I am sometimes nostalgic about my time at Kanzeon Zen Center in Salt Lake City. What about that time did I enjoy? It was the climate, nature, daily meditation, and an international community of people with similar interests and orientations as me. How can I bring more of that into my life? I am out in nature when I can. I do spiritual practices, although not communally. I have an international community of like-minded friends, although it’s mostly virtual. And the climate where I am is not so good for me. I am planning to move to a warmer, sunnier, and drier climate, which I know is what helps my health the most. In this place, it’s possible I’ll be able to bring in more of nature, communal practice, and an international community.

What’s the healing impulse in other – sometimes unwanted – fascinations?

What else is our mind fascinated by that may, on the surface, not seem so helpful?

We can be worried about the future. Annoyed by something in the present. Reliving past traumatic experiences. Obsessed by something we would rather not be so focused on. And so on.

In these cases, the mind is drawn to a place where it’s stuck. It’s caught up in stressful beliefs and unhealed emotional issues.

As with nostalgia, if the process stops there, it’s not necessarily so helpful. Then we just get the unpleasantness of it without the resolution and healing.

So how can we support the healing process?

In general, by asking: What needs healing? And how can we support that healing?

And if it’s me…. Identify the stressful beliefs and assumptions behind it and question these. Identify any emotional issue behind it and invite in healing for it. Shift in how I relate to the trigger and what’s triggered in us, for instance through dialog (parts work, subpersonalities) or heart-centered practices.

If I am annoyed by noise from my neighbor, it points to something unhealed and examined in me. I can find thoughts like: He should be more considerate. He shouldn’t use noisy machines. He should have a wild garden instead of a sterile manicured one. I cannot find peace. I can then examine each of these, for instance using The Work of Byron Katie. I can also identify triggered identities – perhaps “sensitive” and “considerate” – and examine these, for instance using Living Inquiries.

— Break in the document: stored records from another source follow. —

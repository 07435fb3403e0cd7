"""Quantities with units, as people type them: "25 mm", "1800rpm", "40 Hz".

This is the one place that knows unit names. Everything past it is SI.
"""

from __future__ import annotations

import math
import re

# Each kind maps unit spellings to the factor that turns them into SI.
UNITS: dict[str, dict[str, float]] = {
    "length": {"m": 1.0, "cm": 1e-2, "mm": 1e-3, "um": 1e-6, "in": 0.0254},
    "mass": {"kg": 1.0, "g": 1e-3},
    "speed": {"rpm": 1.0, "hz": 60.0, "rev/min": 1.0, "1/min": 1.0},
    "inertia": {"kg m2": 1.0, "kg*m2": 1.0, "kg m^2": 1.0, "kg*m^2": 1.0,
                "g cm2": 1e-7, "g*cm2": 1e-7, "g cm^2": 1e-7},
    "damping": {"n m s": 1.0, "n*m*s": 1.0, "nms": 1.0, "n m s/rad": 1.0},
    "torque": {"n m": 1.0, "n*m": 1.0, "nm": 1.0, "mn m": 1e-3, "mnm": 1e-3},
    "acceleration": {"m/s2": 1.0, "m/s^2": 1.0, "g": 9.80665},
    "rate": {"rpm/s": 1.0, "hz/s": 60.0},
    "force": {"n": 1.0, "kn": 1e3},
    "power": {"w": 1.0, "kw": 1e3},
    "velocity": {"m/s": 1.0},
    "area": {"m2": 1.0, "m^2": 1.0, "cm2": 1e-4, "cm^2": 1e-4, "mm2": 1e-6, "mm^2": 1e-6},
    "time": {"s": 1.0, "ms": 1e-3, "min": 60.0},
    "angle": {"rad": 1.0, "deg": math.pi / 180.0},
    "angular_rate": {"rad/s": 1.0, "deg/s": math.pi / 180.0, "rpm": 2 * math.pi / 60.0},
    "plain": {"": 1.0},
}

_NUMBER = re.compile(r"^\s*([-+]?(?:\d+\.?\d*|\.\d+)(?:[eE][-+]?\d+)?)\s*(.*?)\s*$")


class UnitError(ValueError):
    """A quantity could not be read; the message says what is allowed."""


def allowed_units(kind: str) -> str:
    """The unit spellings accepted for ``kind``, for error messages."""
    return ", ".join(u for u in UNITS[kind] if u)


def parse_quantity(value: object, kind: str) -> float:
    """Turn a number or a string with a unit into SI.

    Parameters
    ----------
    value : float, int or str
        ``0.025``, ``"0.025"``, ``"25 mm"`` or ``"25mm"``. A bare number is SI
        (metres, kilograms, rpm for speeds).
    kind : str
        A key of ``UNITS``.

    Raises
    ------
    UnitError
        When the text is not a number followed by an allowed unit.
    """
    if kind not in UNITS:
        raise ValueError(f"kind: unknown quantity kind {kind!r}")
    if isinstance(value, bool):
        raise UnitError("expected a number, got a true/false value")
    if isinstance(value, (int, float)):
        return float(value)
    if not isinstance(value, str):
        raise UnitError(f"expected a number, got {type(value).__name__}")
    match = _NUMBER.match(value)
    if not match:
        raise UnitError(f"{value!r} is not a number with a unit"
                        + (f" (units: {allowed_units(kind)})" if kind != "plain" else ""))
    number, unit = float(match.group(1)), match.group(2).lower().replace("²", "2")
    unit = re.sub(r"\s+", " ", unit)
    table = UNITS[kind]
    if unit == "":
        return number
    if unit not in table:
        raise UnitError(f"unit {match.group(2)!r} is not allowed here; use {allowed_units(kind)}")
    return number * table[unit]
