JS_REFS = re.compile(r"""(?:\bfrom\s*|\bimport\s*\(\s*|\bimport\s+|new URL\(\s*)["'](\.{1,2}/[^"']+|[\w./-]+\.(?:js|mjs|json|css|svg|png|webmanifest))["']""")


def test_every_file_the_page_refers_to_is_shipped(dist):
    site = dist / "site"
    parser = _Refs()
    parser.feed((site / "index.html").read_text())
    missing = [ref for ref in parser.refs if _local(ref) and not (site / ref.split("#")[0]).is_file()]
    checked = len(parser.refs)
    for script in [p for p in site.rglob("*.js") if "pyodide" not in p.parts]:
        for ref in JS_REFS.findall(script.read_text()):
            checked += 1
            # "./x.js" is relative to the module; a bare name ("sw.js", "build-info.json")
            # is resolved against the page or the site's base URL
            base = script.parent if ref.startswith(".") else site
            if not (base / ref).resolve().is_file():
                missing.append(f"{script.relative_to(site)}: {ref}")
    for sheet in site.glob("*.css"):
        for ref in re.findall(r"url\(\s*['\"]?([^'\")]+)", sheet.read_text()):
            if _local(ref):
                checked += 1
                if not (sheet.parent / ref).is_file():
                    missing.append(f"{sheet.name}: {ref}")
    manifest = site / "manifest.webmanifest"
    if manifest.exists():
        for icon in json.loads(manifest.read_text()).get("icons", []):
            checked += 1
            if not (site / icon["src"]).is_file():
                missing.append(f"manifest: {icon['src']}")
    assert missing == []
    assert checked > 3  # the page, its module and its worker at the least


def _absolute_urls(text: str) -> list[str]:
    found = []
    for line in text.splitlines():
        for match in re.finditer(r"https?://[^\s\"'`)<>]+", line):
            url = match.group(0)
            before = line[:match.start()]
            in_comment = before.lstrip().startswith(("//", "*", "/*", "<!--")) or "// " in before
            host = urllib.parse.urlsplit(url).hostname or ""
            # A name under .invalid never resolves (RFC 6761 section 6.4): the single file's
            # snapshot cache keys (build_scripts/offline_page.js) name no place to reach.
            never_resolves = host == "invalid" or host.endswith(".invalid")
            if not in_comment and not url.startswith(NAMESPACES) and not never_resolves:
                found.append(url)
    return found


def test_page_files_name_no_outside_address(dist):
    site = dist / "site"
    offenders = {}
    for path in site.rglob("*"):
        if path.is_file() and path.suffix in PAGE_SUFFIXES and "pyodide" not in path.parts:
            urls = _absolute_urls(path.read_text())
            if urls:
                offenders[path.relative_to(site).as_posix()] = urls
    single = (dist / build_site.OFFLINE.name).read_text()
    page_part = re.sub(r'(<script type="application/octet-stream"[^>]*>).*?(</script>)', r"\1\2", single, flags=re.S)
    urls = _absolute_urls(page_part)
    if urls:
        offenders["shakestill-offline.html"] = urls
    assert offenders == {}


def _embedded(single: str) -> tuple[list[dict], bytes]:
    index = json.loads(re.search(r"const INDEX = (\[.*?\]);", single).group(1))
    payload = re.search(rf'<script type="application/octet-stream" id="{offline.DATA_ELEMENT_ID}">(.*?)</script>',
                        single, re.S).group(1)
    return index, gzip.decompress(base64.b64decode(payload))


def test_single_file_carries_the_sites_files_byte_for_byte(dist):
    single = (dist / build_site.OFFLINE.name).read_text()
    index, data = _embedded(single)
    assert sum(entry["size"] for entry in index) == len(data)
    offset, by_path = 0, {}
    for entry in index:
        by_path[entry["path"]] = data[offset:offset + entry["size"]]
        offset += entry["size"]
    site = dist / "site"
    for name in ["build-info.json", "pyodide/pyodide-lock.json", "pyodide/pyodide.asm.wasm",
                 *(f"pyodide/{p.name}" for p in (site / "pyodide").glob("*.whl"))]:
        assert by_path[name] == (site / name).read_bytes(), name
    # the standard library's zip is repacked with stored entries: the same files, byte for byte
    packed = zipfile.ZipFile(io.BytesIO(by_path["pyodide/python_stdlib.zip"]))
    served = zipfile.ZipFile(site / "pyodide/python_stdlib.zip")
    assert [i.filename for i in packed.infolist()] == [i.filename for i in served.infolist()]
    assert all(i.compress_type == zipfile.ZIP_STORED for i in packed.infolist())
    for info in served.infolist():
        assert packed.read(info.filename) == served.read(info), info.filename
    assert by_path["pyodide/pyodide.asm.wasm"][:4] == b"\0asm"  # WebAssembly binary magic (WebAssembly Core spec 5.5.16)


def test_single_file_runs_its_page_and_verdict_ahead_of_the_archive(dist):
    # The first verdict does not wait for the parser to read the archive: the page's module
    # comes after its markup and before the archive, async (HTML Living Standard 4.12.1: an
    # async module script runs as soon as it is fetched, a deferred one after parsing), and
    # the build-time verdict rides in the prelude byte for byte, not in the archive.
    single = (dist / build_site.OFFLINE.name).read_text()
    module = single.index('<script type="module" async>')
    archive = single.index(f'<script type="application/octet-stream" id="{offline.DATA_ELEMENT_ID}">')
    assert single.index('id="check-report"') < module < archive
    assert single.count('<script type="module"') == 1
    early = json.loads(re.search(r"const EARLY = (\{.*?\}); //", single).group(1))
    assert sorted(early) == sorted(offline.EARLY_FILES) == ["demo-check.json"]
    for name, file in early.items():
        assert file["text"] == (dist / "site" / name).read_text(), name
    index, _ = _embedded(single)
    assert not {entry["path"] for entry in index} & set(offline.EARLY_FILES)


def test_single_file_carries_the_worker_ahead_of_the_archive(dist):
    # The worker starts while the browser still parses the big archive: its own element
    # comes first in the page, before the prelude that starts it.
    single = (dist / build_site.OFFLINE.name).read_text()
    element = re.search(rf'<script type="application/octet-stream" id="{offline.WORKER_ELEMENT_ID}">(.*?)</script>',
                        single, re.S)
    bundle = gzip.decompress(base64.b64decode(element.group(1))).decode("ascii")
    assert "shakestill.bridge" in bundle  # site/engine/worker.js is in the bundle
    assert "shakestill-embedded" in bundle  # and offline_worker.js, which receives the files
    archive_at = single.index(f'id="{offline.DATA_ELEMENT_ID}"')
    assert element.start() < single.index("const INDEX = ") < archive_at
    assert element.start() < single.lower().index("<script type=\"module\"")


def test_single_file_csp_allows_exactly_its_inline_code(dist):
    single = (dist / build_site.OFFLINE.name).read_text()
    policy = re.search(r'http-equiv="Content-Security-Policy" content="([^"]*)"', single)
    if policy is None:
        pytest.skip("the page sets no Content-Security-Policy")
    directives = {d.split()[0]: d.split()[1:] for d in policy.group(1).split(";") if d.strip()}
    scripts = [m.group(2) for m in re.finditer(r"<script(\s[^>]*)?>(.*?)</script>", single, re.S)
               if "application/octet-stream" not in (m.group(1) or "")]
    styles = re.findall(r"<style(?:\s[^>]*)?>(.*?)</style>", single, re.S)
    # CSP Level 3, hash-source: 'sha256-' + base64 of the SHA-256 of the element's text.
    for code, directive in [*((s, "script-src") for s in scripts), *((s, "style-src") for s in styles)]:
        digest = base64.b64encode(hashlib.sha256(code.encode()).digest()).decode()
        assert f"'sha256-{digest}'" in directives[directive]
    assert "'unsafe-inline'" not in directives["script-src"]
    assert "'unsafe-eval'" not in directives["script-src"]


def test_sizes_are_within_the_targets(dist):
    site_bytes = build_site.tree_size(dist / "site")
    single_bytes = (dist / build_site.OFFLINE.name).stat().st_size
    print(f"\ndist/site {site_bytes / 1e6:.2f} MB, single file {single_bytes / 1e6:.2f} MB")
    # Targets of the build issue: single file at most 9 MB, the site under 15 MB.
    assert single_bytes <= build_site.MAX_OFFLINE_BYTES == 9_000_000
    assert site_bytes < build_site.MAX_SITE_BYTES == 15_000_000
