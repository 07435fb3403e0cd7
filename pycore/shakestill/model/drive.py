"""Pivot kinematics for each drive waveform, and the harmonics of its acceleration.

Phase phi = 2 pi f t, f = speed_rpm / 60; y_p upward positive.
- sine:    y_p = (stroke/2) cos phi
- crank:   y_p = r cos phi + sqrt(l^2 - r^2 sin^2 phi) - l, r = stroke/2 (exact, with
           analytic derivatives)
- samples: one cycle at equal phases through its Fourier series (an even
           count's Nyquist term is a half-weight cosine), scaled by
           stroke / samples_stroke.
"""

from __future__ import annotations

import cmath
import math
from dataclasses import dataclass
from functools import lru_cache

from .rig import Drive
from ..numerics.roots import golden_max

TWO_PI = 2.0 * math.pi
_PEAK_SCAN = 720  # phases scanned before refining the peak acceleration
_HARMONIC_FLOOR = 1e-15  # relative size of round-off in the computed harmonics
_CRANK_MAX_POINTS = 4096  # cap on the DFT size for a crank near r = l


@dataclass(frozen=True)
class PivotState:
    y_m: float
    v_m_s: float
    a_m_s2: float


@dataclass(frozen=True)
class Harmonics:
    """d^2 y_p / d phi^2 = sum_n cos_m[n-1] cos(n phi) + sin_m[n-1] sin(n phi) (metres).

    Multiply by omega^2 for the acceleration; the series has no mean term.
    """

    cos_m: tuple[float, ...]
    sin_m: tuple[float, ...]

    @property
    def count(self) -> int:
        return len(self.cos_m)


def _samples_series(drive: Drive) -> tuple[float, list[float], list[float]]:
    """Mean and Fourier coefficients of the scaled samples (exact interpolation)."""
    return _series(drive.samples_m, drive.stroke_m / drive.samples_stroke_m)


@lru_cache(maxsize=64)
def _series(samples: tuple[float, ...], scale: float):
    n = len(samples)
    mean = scale * sum(samples) / n
    cos_c, sin_c = [], []
    for k in range(1, n // 2 + 1):
        ck = sum(y * math.cos(TWO_PI * k * j / n) for j, y in enumerate(samples)) * 2.0 / n
        sk = sum(y * math.sin(TWO_PI * k * j / n) for j, y in enumerate(samples)) * 2.0 / n
        if 2 * k == n:  # Nyquist: a half-weight cosine, no sine
            ck, sk = ck / 2.0, 0.0
        cos_c.append(scale * ck)
        sin_c.append(scale * sk)
    return mean, cos_c, sin_c


def phase_derivatives(drive: Drive, phi: float) -> tuple[float, float, float]:
    """y, dy/dphi, d2y/dphi2 at phase ``phi``."""
    if drive.waveform == "sine":
        amp = drive.stroke_m / 2.0
        c, s = math.cos(phi), math.sin(phi)
        return amp * c, -amp * s, -amp * c
    if drive.waveform == "crank":
        r, rod = drive.stroke_m / 2.0, drive.rod_length_m
        c, s = math.cos(phi), math.sin(phi)
        u = math.sqrt(rod * rod - r * r * s * s)
        y = r * c + u - rod
        dy = -r * s - r * r * s * c / u
        d2y = -r * c - r * r * (c * c - s * s) / u - r ** 4 * s * s * c * c / u ** 3
        return y, dy, d2y
    mean, cos_c, sin_c = _samples_series(drive)
    y, dy, d2y = mean, 0.0, 0.0
    for k, (a, b) in enumerate(zip(cos_c, sin_c), start=1):
        c, s = math.cos(k * phi), math.sin(k * phi)
        y += a * c + b * s
        dy += k * (-a * s + b * c)
        d2y -= k * k * (a * c + b * s)
    return y, dy, d2y


def accel_series(drive: Drive, steps: int, terms: int) -> tuple[float, ...]:
    """d2y/dphi2 over ``steps`` equal phase steps as Taylor series, scaled for a step:
    sigma_j = dphi^(j+2) (d^(j+2) y / dphi^(j+2))(phi0) / j! for j < ``terms`` at each step's
    start phi0 = k dphi (dphi = 2 pi / steps), step-major.

    Since omega h = dphi these are also the time series of y_p'' scaled by h^(j+2), at any
    speed: a scan along speed at one stroke computes them once.
    """
    return _accel_series(drive.waveform, drive.stroke_m, drive.rod_length_m, drive.samples_m,
                         drive.samples_stroke_m, steps, terms)


def accel_series_error(drive: Drive, steps: int, terms: int) -> float:
    """How far ``accel_series`` strays from the exact d2y/dphi2 within a step: the largest
    difference at a half and a whole step, over every step, relative to the largest value
    there (the peak, to within the sampling)."""
    return _accel_series_error(drive.waveform, drive.stroke_m, drive.rod_length_m,
                               drive.samples_m, drive.samples_stroke_m, steps, terms)


@lru_cache(maxsize=1024)
def _accel_series(waveform, stroke_m, rod_length_m, samples_m, samples_stroke_m, steps: int,
                  terms: int) -> tuple[float, ...]:
    shape = Drive(waveform, 1.0, stroke_m, rod_length_m, samples_m, samples_stroke_m)
    dphi = TWO_PI / steps
    out: list[float] = []
    for k in range(steps):
        y = _position_series(shape, k * dphi, dphi, terms + 2)
        out.extend((j + 1) * (j + 2) * y[j + 2] for j in range(terms))
    return tuple(out)


@lru_cache(maxsize=1024)
def _accel_series_error(waveform, stroke_m, rod_length_m, samples_m, samples_stroke_m,
                        steps: int, terms: int) -> float:
    shape = Drive(waveform, 1.0, stroke_m, rod_length_m, samples_m, samples_stroke_m)
    series = _accel_series(waveform, stroke_m, rod_length_m, samples_m, samples_stroke_m,
                           steps, terms)
    dphi = TWO_PI / steps
    worst = peak = 0.0
    for k in range(steps):
        coefficients = series[k * terms:(k + 1) * terms]
        for tau in (0.5, 1.0):
            value = sum(c * tau ** j for j, c in enumerate(coefficients))
            exact = dphi * dphi * phase_accel_m(shape, (k + tau) * dphi)
            worst, peak = max(worst, abs(value - exact)), max(peak, abs(exact))
    return worst / peak if peak > 0 else 0.0


def _position_series(drive: Drive, phi0: float, dphi: float, count: int) -> list[float]:
    """Y_j, j < count: y(phi0 + tau dphi) = sum_j Y_j tau^j (Taylor coefficients in tau)."""
    if drive.waveform == "crank":
        return _crank_series(drive.stroke_m / 2.0, drive.rod_length_m, phi0, dphi, count)
    if drive.waveform == "sine":
        mean, cos_c, sin_c = 0.0, [drive.stroke_m / 2.0], [0.0]
    else:
        mean, cos_c, sin_c = _samples_series(drive)
    y = [mean] + [0.0] * (count - 1)
    for k, (a, b) in enumerate(zip(cos_c, sin_c), start=1):
        scale = 1.0  # (k dphi)^j / j!
        for j in range(count):
            angle = k * phi0 + j * math.pi / 2.0
            y[j] += scale * (a * math.cos(angle) + b * math.sin(angle))
            scale *= k * dphi / (j + 1)
    return y


def _crank_series(r: float, rod: float, phi0: float, dphi: float, count: int) -> list[float]:
    """The slider-crank's y = r cos phi + sqrt(l^2 - r^2 sin^2 phi) - l as a series in tau:
    cos and sin by their derivatives, the square by a Cauchy product and the root by the
    series square-root recurrence W_n = (U_n - sum_{0<k<n} W_k W_{n-k}) / (2 W_0)."""
    cos_s, sin_s, scale = [], [], 1.0
    for j in range(count):
        angle = phi0 + j * math.pi / 2.0
        cos_s.append(scale * math.cos(angle))
        sin_s.append(scale * math.sin(angle))
        scale *= dphi / (j + 1)
    under = [-r * r * sum(sin_s[k] * sin_s[j - k] for k in range(j + 1)) for j in range(count)]
    under[0] += rod * rod
    root = [math.sqrt(under[0])]
    for j in range(1, count):
        root.append((under[j] - sum(root[k] * root[j - k] for k in range(1, j))) / (2.0 * root[0]))
    y = [r * c + w for c, w in zip(cos_s, root)]
    y[0] -= rod
    return y


def pivot(drive: Drive, phase_rad: float, speed_rpm: float | None = None) -> PivotState:
    """Pivot displacement, velocity and acceleration at a drive phase."""
    omega = TWO_PI * (drive.speed_rpm if speed_rpm is None else speed_rpm) / 60.0
    y, dy, d2y = phase_derivatives(drive, phase_rad)
    return PivotState(y, omega * dy, omega * omega * d2y)


def phase_accel_m(drive: Drive, phase_rad: float) -> float:
    """d2y/dphi2 at a phase: the acceleration per (rad/s)^2 of drive speed."""
    return phase_derivatives(drive, phase_rad)[2]


def peak_accel_m_s2(drive: Drive, speed_rpm: float | None = None) -> float:
    """The largest |y_p''| over a cycle."""
    omega = TWO_PI * (drive.speed_rpm if speed_rpm is None else speed_rpm) / 60.0
    return omega * omega * peak_phase_accel_m(drive)


def peak_phase_accel_m(drive: Drive) -> float:
    """max |d2y/dphi2| over a cycle (metres per radian^2)."""
    if drive.waveform == "sine":
        return drive.stroke_m / 2.0

    def mag(phi: float) -> float:
        return abs(phase_derivatives(drive, phi)[2])

    h = TWO_PI / _PEAK_SCAN
    best = max(range(_PEAK_SCAN), key=lambda k: mag(k * h))
    return golden_max(mag, (best - 1) * h, (best + 1) * h, xtol=1e-13)[1]


def harmonics(drive: Drive) -> Harmonics:
    """Fourier coefficients of d2y/dphi2 (exact for sine and samples)."""
    if drive.waveform == "sine":
        return Harmonics((-drive.stroke_m / 2.0,), (0.0,))
    if drive.waveform == "samples":
        _, cos_c, sin_c = _samples_series(drive)
        return _trim(tuple(-(k * k) * a for k, a in enumerate(cos_c, 1)),
                     tuple(-(k * k) * b for k, b in enumerate(sin_c, 1)))
    return _crank_harmonics(drive.stroke_m / 2.0, drive.rod_length_m)


@lru_cache(maxsize=256)
def _crank_harmonics(r: float, rod: float) -> Harmonics:
    # The crank acceleration is even in phi (cosines only) and analytic; its
    # coefficients fall geometrically, so double the FFT until the tail is gone.
    drive = Drive("crank", 60.0, 2.0 * r, rod)
    points = 32
    while True:
        values = [phase_derivatives(drive, TWO_PI * j / points)[2] for j in range(points)]
        spectrum = fft(values)
        coefs = [2.0 * spectrum[k].real / points for k in range(1, points // 2)]
        top = max(abs(c) for c in coefs) or 1.0
        tail = max(abs(c) for c in coefs[len(coefs) * 3 // 4:])
        if tail <= _HARMONIC_FLOOR * top or points >= _CRANK_MAX_POINTS:
            return _trim(tuple(coefs), tuple(0.0 for _ in coefs))
        points *= 2


def fft(values: list[float]) -> list[complex]:
    """Radix-2 decimation-in-time FFT, X_k = sum_j x_j exp(-2 pi i j k / n); n a power of 2."""
    n = len(values)
    out = [complex(v) for v in values]
    j = 0
    for i in range(1, n):  # bit-reversal permutation
        bit = n >> 1
        while j & bit:
            j ^= bit
            bit >>= 1
        j |= bit
        if i < j:
            out[i], out[j] = out[j], out[i]
    size = 2
    while size <= n:
        step = cmath.exp(-2j * math.pi / size)
        half = size // 2
        twiddles = [step ** k for k in range(half)]
        for start in range(0, n, size):
            for k in range(half):
                a, b = out[start + k], out[start + k + half] * twiddles[k]
                out[start + k], out[start + k + half] = a + b, a - b
        size *= 2
    return out


def _trim(cos_m: tuple[float, ...], sin_m: tuple[float, ...]) -> Harmonics:
    """Zero the coefficients at round-off level and drop the trailing zeros."""
    top = max(max(map(abs, cos_m)), max(map(abs, sin_m))) or 1.0
    floor = _HARMONIC_FLOOR * top
    cos_m = tuple(c if abs(c) > floor else 0.0 for c in cos_m)
    sin_m = tuple(c if abs(c) > floor else 0.0 for c in sin_m)
    keep = len(cos_m)
    while keep > 1 and cos_m[keep - 1] == 0.0 and sin_m[keep - 1] == 0.0:
        keep -= 1
    return Harmonics(cos_m[:keep], sin_m[:keep])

If my mind goes to worries about the future or stressful events in the past, I can identify beliefs and identities and inquire into them. I can identify emotional issues and invite in healing for them in whatever way works for me. I can find the parts of me that are triggered and dialog with these. I can use heart-centered practices to shift my relationship with the trigger (now, in the past, or in the imagined future) and what’s triggered in me.

Why is the mind drawn by what needs resolution or healing?

I suspect this is a built-in mechanism that came through evolution. The ones whose mind was drawn to what needed resolution were more likely to find this resolution, and they functioned better as human beings and were more likely to successfully bring up children, grandchildren, and children in the larger family – all of whom may have shared this trait. They were also more likely to contribute to the success of the tribe or community which included people who shared this trait.

At a micro-level, the mind is drawn to what needs resolution through creating a charge. The mind associates certain thoughts (connected with what’s unresolved) with certain sensations, and the thoughts give meaning to the sensations and the sensations give a sense of charge, substance, and reality to the thoughts.

The gifts in frustrating fascinations

So there is a gift in apparently meaningless, frivolous, or frustrating fascinations.

On the surface, they can seem useless or uncomfortable, and if the mind gets stuck in them, it can be unhealthy or unhelpful.

And yet, if we join in with the impulse and examine it, we may find something of great value.

We may find healing, clarity, insights, and an opportunity to mature.